Indeed.interesting question. an answer might be they are in genuine markets, competition and innovation, ability to upgrade and grow, have allowed them to prosper. other utilities are under tight regulation, no real market, barely any way to change. just deliver the service, while keeping up with 100 years of decaying infrastructure.
it's too simple to mix up the why and the how. many countries privatise their utilities, keeping the companies controled, directors on the board, retaining 50% ownership, golden shares etc. UK chose to go a different route ideologically, with mixed results.
Unfortunately in the UK we handed over public monopolies to private investors, increasingly foreign, for peanuts,
with minimal checks and balances (the UK being 'a great place to do business' as the Tories gloated at the time. Course it is, mate),
which allowed them to suck out all the profits even if it involved ransacking the business.
And then in some cases they have come cap in hand to HMG for a bail out.
Which is what has happened to rail.
And which is what will happen with water.
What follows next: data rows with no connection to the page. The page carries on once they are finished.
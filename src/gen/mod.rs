//! Circuit generators of `equicone gen`: selectors, decoders, priority encoders, barrel
//! shifters, adders, multipliers and random circuits, each in several styles, written as
//! readable Verilog or bench, deterministic for a seed, optionally with one planted bug.
//!
//! Port conventions (the same names in every style of a kind, so `prove` pairs them by name;
//! bit `i` of bus `d` is `d[i]` in Verilog and in bench):
//!
//! | kind | `--n` | inputs | outputs |
//! | --- | --- | --- | --- |
//! | selector | channels N >= 2 | `d[N*W-1:0]` (channel i at `d[i*W +: W]`), `s[K-1:0]`, K = ceil(log2 N) | `y[W-1:0]` = channel `s` |
//! | decoder | select bits k >= 1 | `a[k-1:0]` | `y[2^k-1:0]`, `y[i]` = (a == i) |
//! | priority | requests N >= 2 | `r[N-1:0]` | `y[K-1:0]` = highest i with `r[i]` (0 if none), `v` = any request |
//! | shifter | data bits n >= 2 | `a[n-1:0]`, `s[K-1:0]`, K = ceil(log2 n) | `y[n-1:0]` = `a << s` (zeros shifted in) |
//! | adder | operand bits n >= 1 | `a[n-1:0]`, `b[n-1:0]` | `y[n:0]` = a + b |
//! | multiplier | operand bits n >= 2 | `a[n-1:0]`, `b[n-1:0]` | `p[2n-1:0]` = a * b (`--signed`: two's complement) |
//! | mac | operand bits n >= 2 | `a[n-1:0]`, `b[n-1:0]`, `c[2n-1:0]` | `p[2n-1:0]` = a * b + c (modulo 2^2n) |
//! | squarer | operand bits n >= 2 | `a[n-1:0]` | `p[2n-1:0]` = a * a |
//! | random | gates | `x[I-1:0]` (`--inputs` I) | `y[..]`: every gate without fan-out |
//! | popcount | inputs n >= 2 | `x[n-1:0]` | `y[K-1:0]` = number of ones, K = ceil(log2(n+1)) |
//! | majority | inputs n >= 3 | `x[n-1:0]` | `y` = at least n/2+1 inputs are 1 |
//! | recursive-majority | inputs n = 3^L | `x[n-1:0]` | `y`: majority of three, level by level |
//! | comparator | operand bits n >= 1 | `a[n-1:0]`, `b[n-1:0]` | `lt`, `eq`, `gt` (unsigned) |
//! | divider | operand bits n >= 2 | `a[n-1:0]`, `b[n-1:0]` | `q[n-1:0]` = a / b, `r[n-1:0]` = a % b (b = 0: q all ones, r = a) |
//! | sqrt | root bits n >= 1 | `a[2n-1:0]` | `s[n-1:0]` = floor(sqrt(a)), `r[n:0]` = a - s*s |
//! | arbiter | requesters n >= 2 | `r[n-1:0]`, `p[n-1:0]` | `g[n-1:0]` grants (round robin from the pointer), `v` |
//!
//! `remap` is not built from a size: `equicone gen remap DESIGN --k K` rewrites a design
//! ([`remap::remap`]).
//!
//! A selector whose N is not a power of two leaves select values N..2^K-1 out of range: the
//! spec reads x there (IEEE 1364-2005), gate-level styles give whatever their structure gives,
//! and [`emit::Care`] records the condition so checks only compare in-range vectors.
//!
//! The spec style is a behavioural one-liner in Verilog (`assign y = d[s];`, `assign y = a + b;`,
//! `assign p = a * b;`, ...). Bench has no operators, so in bench the spec style is written as
//! gates: selector as the decoder AND-OR (0 out of range), decoder flat, priority encoder as
//! the chain, shifter as the log shifter, adder as the ripple adder, multiplier as the array.

pub mod clocked;
pub mod emit;
pub mod mutate;
pub mod remap;
pub mod set;

mod arbiter;
mod arith;
mod count;
mod decoder;
mod divide;
mod fold;
pub mod mult;
mod random;
mod selector;
mod shifter;

pub use emit::{Circuit, Net, Op};

use std::fmt;

/// What to generate.
#[derive(Copy, Clone, Debug, PartialEq, Eq, Hash, PartialOrd, Ord)]
pub enum Kind {
    /// N:1 selector of W-bit channels.
    Selector,
    /// k-to-2^k decoder.
    Decoder,
    /// Priority encoder (the highest set request wins).
    Priority,
    /// Barrel shifter (logical left shift).
    Shifter,
    /// Adder of two n-bit numbers.
    Adder,
    /// Multiplier of two n-bit numbers (unsigned, or signed with `--signed`).
    Multiplier,
    /// Multiply-accumulate: a * b + c.
    Mac,
    /// Squarer: a * a.
    Squarer,
    /// Random gate-level circuit (and its locally rewritten copy).
    Random,
    /// Population count (number of ones).
    Popcount,
    /// Majority of n inputs.
    Majority,
    /// Recursive majority of three (n a power of 3).
    RecursiveMajority,
    /// Unsigned magnitude comparator (lt, eq, gt).
    Comparator,
    /// Unsigned divider (quotient and remainder).
    Divider,
    /// Integer square root (root and remainder).
    Sqrt,
    /// Round-robin arbiter.
    Arbiter,
    /// K-input lookup-function rewrite of a design file (`gen remap DESIGN --k K`).
    Remap,
    /// Clocked: N:1 selector of 1-bit channels with a registered output.
    RegSelector,
    /// Clocked: n-bit ripple adder cut into `--stages` register stages.
    PipeAdder,
    /// Clocked: n-bit counter with enable.
    Counter,
    /// Clocked: n-bit shift register.
    ShiftRegister,
    /// Clocked: state machine of n states (styles onehot and binary, same behaviour).
    Fsm,
    /// Clocked: random circuit of n gates and n/50 registers with a 5-register delay line
    /// (`--bug invert`: the delay line stores its input inverted, seen first at cycle 5).
    RegRandom,
}

impl Kind {
    /// Command-line spelling.
    pub fn name(self) -> &'static str {
        match self {
            Kind::Selector => "selector",
            Kind::Decoder => "decoder",
            Kind::Priority => "priority",
            Kind::Shifter => "shifter",
            Kind::Adder => "adder",
            Kind::Multiplier => "multiplier",
            Kind::Mac => "mac",
            Kind::Squarer => "squarer",
            Kind::Random => "random",
            Kind::Popcount => "popcount",
            Kind::Majority => "majority",
            Kind::RecursiveMajority => "recursive-majority",
            Kind::Comparator => "comparator",
            Kind::Divider => "divider",
            Kind::Sqrt => "sqrt",
            Kind::Arbiter => "arbiter",
            Kind::Remap => "remap",
            Kind::RegSelector => "reg-selector",
            Kind::PipeAdder => "pipe-adder",
            Kind::Counter => "counter",
            Kind::ShiftRegister => "shift-register",
            Kind::Fsm => "fsm",
            Kind::RegRandom => "reg-random",
        }
    }

    /// The styles this kind offers; the first is the default.
    pub fn styles(self) -> &'static [Style] {
        use Style::*;
        match self {
            Kind::Selector => &[Spec, Decoder, Tree, Onehot, Mixed],
            Kind::Decoder => &[Spec, Flat, Predecode],
            Kind::Priority => &[Spec, Chain, Tree],
            Kind::Shifter => &[Spec, Log, Decoder],
            Kind::Adder => &[Spec, Ripple, Cla, KoggeStone, BrentKung],
            Kind::Multiplier | Kind::Mac => &[Spec, Array, Wallace, Dadda, Booth],
            Kind::Squarer => &[Spec, Array, Wallace, Dadda],
            Kind::Random => &[Plain, Rewritten],
            Kind::Popcount => &[AdderTree, Csa],
            Kind::Majority => &[Sorting, AdderTree],
            Kind::RecursiveMajority => &[Sop, Select],
            Kind::Comparator => &[Spec, Ripple, Tree],
            Kind::Divider => &[Restoring, NonRestoring],
            Kind::Sqrt => &[Restoring, NonRestoring],
            Kind::Arbiter => &[Chain, KoggeStone],
            Kind::Remap => &[Plain],
            Kind::RegSelector | Kind::PipeAdder | Kind::Counter | Kind::ShiftRegister => &[Plain],
            Kind::Fsm => &[Onehot, Binary],
            Kind::RegRandom => &[Plain],
        }
    }
}

/// How to build it. Each kind accepts the styles of [`Kind::styles`].
#[derive(Copy, Clone, Debug, PartialEq, Eq, Hash, PartialOrd, Ord)]
pub enum Style {
    /// Behavioural one-liner (Verilog); a documented gate form in bench.
    Spec,
    /// Selector: decoder-driven AND-OR (wide decoder ANDs, OR trees of fan-in 4).
    /// Shifter: decoded shift amount driving an AND-OR per output bit.
    Decoder,
    /// Selector: tree of 2:1 cells (N-1 cells per bit, depth ceil(log2 N)).
    /// Priority: tree of (valid, index) pairs merged with 2:1 cells.
    Tree,
    /// Selector: separate predecoded one-hot decoder, then AND-OR with 2-input OR trees.
    Onehot,
    /// Selector: a 2:1-cell tree on some select bits and a decoder AND-OR on the others
    /// (split and order chosen by the seed).
    Mixed,
    /// Decoder: one k-input AND per output over shared inverters.
    Flat,
    /// Decoder: split the select bits in halves, decode each, AND the pairs (recursively).
    Predecode,
    /// Priority: a chain of "some higher request" ORs.
    Chain,
    /// Shifter: ceil(log2 n) levels of 2:1 cells.
    Log,
    /// Adder: ripple carry.
    Ripple,
    /// Adder: carry lookahead in 4-bit groups, hierarchically.
    Cla,
    /// Adder: Kogge-Stone parallel prefix.
    KoggeStone,
    /// Adder: Brent-Kung parallel prefix.
    BrentKung,
    /// Multiplier: array of rows of ripple-carry adders.
    Array,
    /// Multiplier: Wallace carry-save tree and a final adder (`--final-adder`, ripple by default).
    Wallace,
    /// Multiplier: Dadda carry-save tree and a final adder (`--final-adder`, ripple by default).
    Dadda,
    /// Multiplier: radix-4 Booth partial products, a Dadda tree and a final adder.
    Booth,
    /// Random: the random circuit as drawn.
    Plain,
    /// Random: the same circuit after local equivalent rewrites.
    Rewritten,
    /// Popcount, majority: a balanced tree of ripple-carry adders (majority: then a comparison).
    AdderTree,
    /// Popcount: carry-save compression of the weight columns.
    Csa,
    /// Majority: Batcher odd-even merge sorting network.
    Sorting,
    /// Recursive majority: maj(a, b, c) as a&b | a&c | b&c.
    Sop,
    /// Recursive majority: maj(a, b, c) as (a ^ b) ? c : a.
    Select,
    /// Divider, square root: restoring digit recurrence.
    Restoring,
    /// Divider, square root: non-restoring digit recurrence.
    NonRestoring,
    /// State machine: binary state encoding.
    Binary,
}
In the UK privatization was a political maneuver.
It started as a means of unburdening the tax payer from loss making business,
especially those with Annoying Unions, like coal mining.
Bosh! Two birds killed with one stone.
Most people were secretly (or not so secretly) pleased to see Scargill defenestrated.
Then it morphed completely.
It became an electoral wheeze to create a nation of share owners, with a new vested interest in capitalism.
Tell Sid.
Sid was presented as someone given a once-in-a-lifetime chance to make a killing, and become a capitalist.
By buying into a state assest at a knock down price.
A state monopoly, that was guaranteed to make money.
British Gas.
That had absolutely f*** All to do with saving the public from subsidising a loss making business.